Tantangan air menjadi semakin mendesak ketika kita menyadari betapa banyak air yang dibutuhkan setiap orang setiap hari untuk menjalani kehidupan yang layak. Komisi Dunia menawarkan perspektif baru mengenai akses yang adil terhadap air: walaupun dibutuhkan 50 hingga 100 liter per hari untuk memenuhi kebutuhan dasar kesehatan dan kebersihan, kehidupan yang bermartabat – termasuk nutrisi dan konsumsi yang memadai – membutuhkan setidaknya 4.000 liter per orang. sehari-hari.
Sebagian besar wilayah tidak dapat memperoleh pasokan air sebanyak itu secara lokal. Meskipun perdagangan dapat membantu mendistribusikan sumber daya air secara lebih adil, hal ini terhambat oleh kebijakan yang tidak konsisten dan krisis air itu sendiri.
Komite percaya bahwa krisis ini memerlukan pemikiran yang lebih berani dan terintegrasi, serta perumusan ulang kerangka kebijakan – singkatnya, ekonomi air yang baru. Hal ini dimulai dengan menyadari bahwa siklus air kini harus diatur sebagai kepentingan bersama secara global.
Hal ini hanya dapat dilakukan secara kolektif, melalui tindakan bersama di setiap negara, dan melalui kerja sama lintas batas dan budaya, untuk mencapai manfaat yang dapat dirasakan di mana pun.
Penting bagi kita untuk mendefinisikan kembali cara kita menilai air agar mencerminkan kelangkaannya secara tepat, dan pada saat yang sama mengakui beragam manfaat air dan siklus hidrologi global yang stabil di seluruh perekonomian. Kita harus membentuk perekonomian sehingga mereka dapat mengalokasikan dan menggunakan air dengan tepat sejak awal, dan menghindari penyelesaian masalah seperti polusi air dan “eksternalitas” lainnya setelah masalah tersebut terjadi.
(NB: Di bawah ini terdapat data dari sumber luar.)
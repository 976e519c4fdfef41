using System.Diagnostics;
using Stochastic.Chains.Internal;
using Stochastic.Chains.Kernels;
using Stochastic.Chains.Structure;

namespace Stochastic.Chains;

/// <summary>Whether states can be taken together, and what stands in the way.</summary>
/// <typeparam name="TState">The type of a state.</typeparam>
/// <typeparam name="TGroup">The type of a group.</typeparam>
/// <remarks>Immutable and safe for concurrent use.</remarks>
/// <example>
/// <code>
/// var verdict = pool.Lumpability(state => state is "lost" or "scrapped" ? "gone" : state);
/// Console.WriteLine(verdict);
/// </code>
/// </example>
[DebuggerDisplay("{ToString(),nq}")]
public sealed class Lumpability<TState, TGroup>
    where TState : notnull
    where TGroup : notnull
{
    private readonly Chain<TState> _chain;
    private readonly int[] _groupOf;
    private readonly double[][] _into;
    private readonly string _account;

    private Lumpability(Chain<TState> chain, int[] groupOf, IReadOnlyList<TGroup> groups, double[][] into, double tolerance)
    {
        _chain = chain;
        _groupOf = groupOf;
        _into = into;
        Groups = groups;
        (LargestDifference, _account) = Compare();
        IsLumpable = LargestDifference <= tolerance;
    }

    /// <summary>Gets the groups, in the order in which they are first met.</summary>
    public IReadOnlyList<TGroup> Groups { get; }

    /// <summary>Gets whether all states of each group move into each group with the same probability, within the tolerance.</summary>
    public bool IsLumpable { get; }

    /// <summary>Gets the largest difference between two states of a group in the probability of moving into a group, as a part of the larger one.</summary>
    public double LargestDifference { get; }

    /// <summary>Makes the chain of the groups. Each move has the mean probability over the states of its group.</summary>
    /// <exception cref="ChainStructureException">They cannot be taken together; the message names two states and the difference.</exception>
    public Chain<TGroup> ToChain()
    {
        if (!IsLumpable)
        {
            throw new ChainStructureException(_account, []);
        }

        var moves = new TripletList();
        for (var from = 0; from < Groups.Count; from++)
        {
            int[] members = [.. Enumerable.Range(0, _groupOf.Length).Where(state => _groupOf[state] == from)];
            for (var to = 0; to < Groups.Count; to++)
            {
                var probability = CompensatedSum.Of(Array.ConvertAll(members, member => _into[to][member])) / members.Length;
                if (probability > 0)
                {
                    moves.Add(from, to, Math.Min(1, probability));
                }
            }
        }

        return new Chain<TGroup>(
            StateSpace.Of(Groups), TransitionMatrix.FromCompressedRows(moves.ToCompressedRows(Groups.Count)), [], _chain.UniformizationRate);
    }

    /// <summary>The verdict in a sentence, the same in every culture.</summary>
    public override string ToString() => IsLumpable
        ? $"lumpable into {Text.Count(Groups.Count, "group", "groups")}; largest difference {Text.Short(LargestDifference)}"
        : _account;

    internal static Lumpability<TState, TGroup> Of(Chain<TState> chain, Func<TState, TGroup> groupOf, double tolerance)
    {
        var (numbers, groups) = Grouping.Of(chain.States.Select(groupOf));
        var sums = groups.Select(_ => new CompensatedSum[chain.StateCount]).ToArray();
        for (var state = 0; state < chain.StateCount; state++)
        {
            foreach (var (to, probability) in chain.Matrix.Row(state))
            {
                sums[numbers[to]][state].Add(probability);
            }
        }

        return new Lumpability<TState, TGroup>(chain, numbers, groups, Array.ConvertAll(sums, row => Array.ConvertAll(row, sum => sum.Value)), tolerance);
    }

    private (double Difference, string Account) Compare()
    {
        var (largest, account) = (0.0, string.Empty);
        var least = new int[Groups.Count];
        var most = new int[Groups.Count];
        for (var into = 0; into < Groups.Count; into++)
        {
            least.AsSpan().Fill(-1);
            for (var state = 0; state < _groupOf.Length; state++)
            {
                var group = _groupOf[state];
                if (least[group] < 0)
                {
                    (least[group], most[group]) = (state, state);
                }

                least[group] = _into[into][state] < _into[into][least[group]] ? state : least[group];
                most[group] = _into[into][state] > _into[into][most[group]] ? state : most[group];
            }

            for (var group = 0; group < Groups.Count; group++)
            {
                var (low, high) = (_into[into][least[group]], _into[into][most[group]]);
                if (high > low && (high - low) / high > largest)
                {
                    largest = (high - low) / high;
                    account = Messages.NotLumpable(_chain.States[most[group]], high, _chain.States[least[group]], low, Groups[group], Groups[into]);
                }
            }
        }

        return (largest, account);
    }
}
Laporan tersebut menyerukan dilakukannya reorganisasi radikal mengenai peranan air dalam perekonomian, melalui pendekatan yang “didorong oleh misi”. Pergeseran paradigma ini memerlukan partisipasi seluruh pemangku kepentingan, dari lokal hingga global, untuk mencapai misi yang mengatasi tantangan paling penting dari krisis air global.
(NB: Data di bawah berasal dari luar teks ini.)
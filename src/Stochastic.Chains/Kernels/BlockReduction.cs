namespace Stochastic.Chains.Kernels;

/// <summary>
/// Elimination of a block of states at a time, for large tables: nearly all work is multiplication of packed non-negative matrices.
/// </summary>
/// <remarks>
/// With A11 the block, A12 right of it, A21 below it and A22 the rest: the block is eliminated with one further column that holds, for each
/// row, the sum of A12. That gives factors L, rates U and pivots s. Then U12 = T·A12, L21 = A21·N/s and A22 += L21·U12, with
/// T = (I - L)^-1 and N = (I - U/s)^-1. Where products inside T and N could leave the normal range, the block is eliminated by
/// <see cref="RowReduction{TKernel}"/> instead.
/// </remarks>
internal sealed class BlockReduction<TKernel> : IDisposable
    where TKernel : struct, ITileKernel
{
    /// <summary>Rows or columns of a piece of shared work, a multiple of every tile; a packed piece fits a second-level cache.</summary>
    private const int Group = 192;

    /// <summary>Rows of a piece of the final update, which streams along whole rows of the table.</summary>
    private const int UpdateRows = 48;

    /// <summary>
    /// Tables with fewer remaining rows or columns are left to <see cref="RowReduction{TKernel}"/>, which is faster while they stay in a
    /// second-level cache (384 x 384 doubles: 1.2 MB).
    /// </summary>
    internal const int SmallestTable = 384;

    /// <summary>Wide blocks save memory traffic, narrow ones work inside the block.</summary>
    internal const int WidestBlock = 96;

    private readonly MatrixView _table;
    private readonly int _rows;
    private readonly int _columns;
    private readonly double[] _sums;
    private readonly WorkSharing _sharing;
    private readonly BlockTriangles<TKernel> _triangles = new(WidestBlock);
    private readonly PooledBuffer _rates;
    private readonly PooledBuffer _factors;
    private readonly PooledBuffer _rateExtents;
    private readonly PooledBuffer _factorExtents;
    private readonly Action<int> _packPiece;
    private readonly Action<int> _solvePiece;
    private readonly Action<int> _updatePiece;

    private int _first;
    private int _next;
    private int _depth;

    internal BlockReduction(MatrixView table, int rows, int columns, double[] sums, WorkSharing sharing)
    {
        _table = table;
        _rows = rows;
        _columns = columns;
        _sums = sums;
        _sharing = sharing;
        _rates = PooledBuffer.Rent(checked(ColumnPanels<TKernel>.Size(columns, WidestBlock)));
        _factors = PooledBuffer.Rent(checked(RowPanels<TKernel>.Size(rows, WidestBlock)));
        _rateExtents = PooledBuffer.Rent(Groups(columns) * WidestBlock * 2);
        _factorExtents = PooledBuffer.Rent(Groups(rows) * WidestBlock * 2);
        _packPiece = Pack;
        _solvePiece = Solve;
        _updatePiece = Update;
    }

    private int Right => _columns - _next;

    private int Below => _rows - _next;

    /// <summary>Eliminates the states 0..pivots-1; false when a product could leave the normal range, with the table half done.</summary>
    internal bool Eliminate(int pivots)
    {
        for (_first = 0; _first < pivots && Math.Min(_rows, _columns) - _first >= SmallestTable; _first = _next)
        {
            _next = Math.Min(_first + WidthOfNextBlock(), pivots);
            _depth = (_next - _first + TKernel.Width - 1) / TKernel.Width * TKernel.Width;
            var outcome = EliminateBlock();
            if (outcome == BlockOutcome.OutOfRange
                || (outcome == BlockOutcome.Untouched && !RowReduction<TKernel>.Eliminate(_table, _rows, _columns, _first, _next, _sums, _sharing.Cancellation)))
            {
                return false;
            }
        }

        return RowReduction<TKernel>.Eliminate(_table, _rows, _columns, _first, pivots, _sums, _sharing.Cancellation);
    }

    /// <summary>Gives all working memory back to the pool.</summary>
    public void Dispose()
    {
        _triangles.Dispose();
        _rates.Dispose();
        _factors.Dispose();
        _rateExtents.Dispose();
        _factorExtents.Dispose();
    }

    private static int Groups(int extent) => (extent + Group - 1) / Group;

    /// <summary>The columns to the right of a block shall be whole tiles.</summary>
    private int WidthOfNextBlock()
    {
        var remaining = _columns - _first;
        var widest = remaining > 1000 ? 96 : remaining > 500 ? 72 : 48;
        var excess = (widest - remaining) % TKernel.TileColumns;
        return widest - (excess < 0 ? excess + TKernel.TileColumns : excess);
    }

    private BlockOutcome EliminateBlock()
    {
        var width = _next - _first;
        var rowGroups = Groups(Below);
        var columnGroups = Groups(Right);

        _sharing.Run(columnGroups + rowGroups, _packPiece);
        var rests = _rateExtents.Slice(0, _depth);
        var smallestRates = _rateExtents.Slice(_depth, _depth);
        var smallestFactors = _factorExtents.Slice(0, _depth);
        var largestFactors = _factorExtents.Slice(_depth, _depth);
        GatherExtents();
        if (!_triangles.Eliminate(_table.From(_first, _first), width, _depth, rests, smallestRates, smallestFactors, _sharing.Cancellation))
        {
            return BlockOutcome.Untouched;
        }

        _triangles.CopyTo(_table.From(_first, _first), _sums.AsSpan(_first, width));
        _sharing.Run(columnGroups + rowGroups, _solvePiece);
        GatherExtents();
        VectorLoops.Multiply(_triangles.Reciprocals, smallestFactors);
        VectorLoops.Multiply(_triangles.Reciprocals, largestFactors);
        if (!NormalRange.Holds(smallestFactors, largestFactors) || !NormalRange.KeepsProducts(smallestFactors, smallestRates))
        {
            return BlockOutcome.OutOfRange;
        }

        _sharing.Run((Below + UpdateRows - 1) / UpdateRows, _updatePiece);
        return BlockOutcome.Eliminated;
    }

    private void Pack(int piece)
    {
        var columnGroups = Groups(Right);
        if (piece < columnGroups)
        {
            var column = piece * Group;
            ColumnPanels<TKernel>.Pack(
                _table.From(_first, _next + column), _next - _first, Math.Min(Group, Right - column), _depth, ref _rates[column * _depth]);
            MeasureRates(piece);
        }
        else
        {
            var row = (piece - columnGroups) * Group;
            RowPanels<TKernel>.Pack(
                _table.From(_next + row, _first), Math.Min(Group, Below - row), _next - _first, _depth, ref _factors[row * _depth]);
            MeasureFactors(piece - columnGroups);
        }
    }

    private void Solve(int piece)
    {
        var columnGroups = Groups(Right);
        if (piece < columnGroups)
        {
            var column = piece * Group;
            var count = Math.Min(Group, Right - column);
            _triangles.SolveRates(ref _rates[column * _depth], count, _depth);
            ColumnPanels<TKernel>.Unpack(ref _rates[column * _depth], _depth, _table.From(_first, _next + column), _next - _first, count);
            MeasureRates(piece);
        }
        else
        {
            var row = (piece - columnGroups) * Group;
            var count = Math.Min(Group, Below - row);
            _triangles.SolveFactors(ref _factors[row * _depth], count, _depth);
            MeasureFactors(piece - columnGroups);
            RowPanels<TKernel>.ScaleColumns(ref _factors[row * _depth], count, _depth, ref _triangles.Reciprocals[0]);
            RowPanels<TKernel>.Unpack(ref _factors[row * _depth], _depth, _table.From(_next + row, _first), count, _next - _first);
        }
    }

    private void Update(int piece)
    {
        var row = piece * UpdateRows;
        PanelProduct<TKernel>.Add(
            ref _factors[row * _depth], ColumnTiles<TKernel>.Packed(ref _rates[0], _depth), _depth, _next - _first,
            _table.From(_next + row, _next), Math.Min(UpdateRows, Below - row), Right);
    }

    private void MeasureRates(int group)
    {
        var extents = _rateExtents.Slice(group * _depth * 2, _depth * 2);
        ColumnPanels<TKernel>.MeasureRows(
            ref _rates[group * Group * _depth], Math.Min(Group, Right - (group * Group)), _depth, ref extents[0], ref extents[_depth]);
    }

    private void MeasureFactors(int group)
    {
        var extents = _factorExtents.Slice(group * _depth * 2, _depth * 2);
        extents[.._depth].Fill(double.PositiveInfinity);
        extents[_depth..].Clear();
        RowPanels<TKernel>.MeasureColumns(
            ref _factors[group * Group * _depth], Math.Min(Group, Below - (group * Group)), _depth, ref extents[0], ref extents[_depth]);
    }

    /// <summary>Merges the measures of all groups into those of the first, always in the same order.</summary>
    private void GatherExtents()
    {
        var rests = _rateExtents.Slice(0, _depth);
        var smallestRates = _rateExtents.Slice(_depth, _depth);
        for (var group = 1; group < Groups(Right); group++)
        {
            var extents = _rateExtents.Slice(group * _depth * 2, _depth * 2);
            VectorLoops.AddScaled(1, extents[.._depth], rests);
            VectorLoops.LowerTo(extents[_depth..], smallestRates);
        }

        var smallestFactors = _factorExtents.Slice(0, _depth);
        var largestFactors = _factorExtents.Slice(_depth, _depth);
        for (var group = 1; group < Groups(Below); group++)
        {
            var extents = _factorExtents.Slice(group * _depth * 2, _depth * 2);
            VectorLoops.LowerTo(extents[.._depth], smallestFactors);
            VectorLoops.RaiseTo(extents[_depth..], largestFactors);
        }
    }
}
Tugas-tugas tersebut mendorong inovasi, peningkatan kapasitas dan investasi, dan dievaluasi bukan dari segi biaya dan manfaat jangka pendeknya, namun dari segi bagaimana hal tersebut dapat merangsang manfaat ekonomi jangka panjang.
“Kita harus beralih dari pendekatan reaktif terhadap reformasi pasar menuju pendekatan proaktif terhadap pembentukan pasar yang menstimulasi inovasi yang didorong oleh misi dan membangun kemitraan simbiosis untuk mengatasi tantangan air terbesar kita. Pemerintah tidak akan mampu menilai, mengelola, dan membiayai air dengan cara yang tidak dapat dilakukan mendorong transformasi yang kita butuhkan.” Kecuali melalui mentalitas ekonomi baru. Mariana Mazzucatoadalah Profesor di University College London dan menjabat sebagai Direktur Pendiri Institut Inovasi dan Tujuan Umum (IIPP) UCL, dan salah satu Ketua Bersama Komisi.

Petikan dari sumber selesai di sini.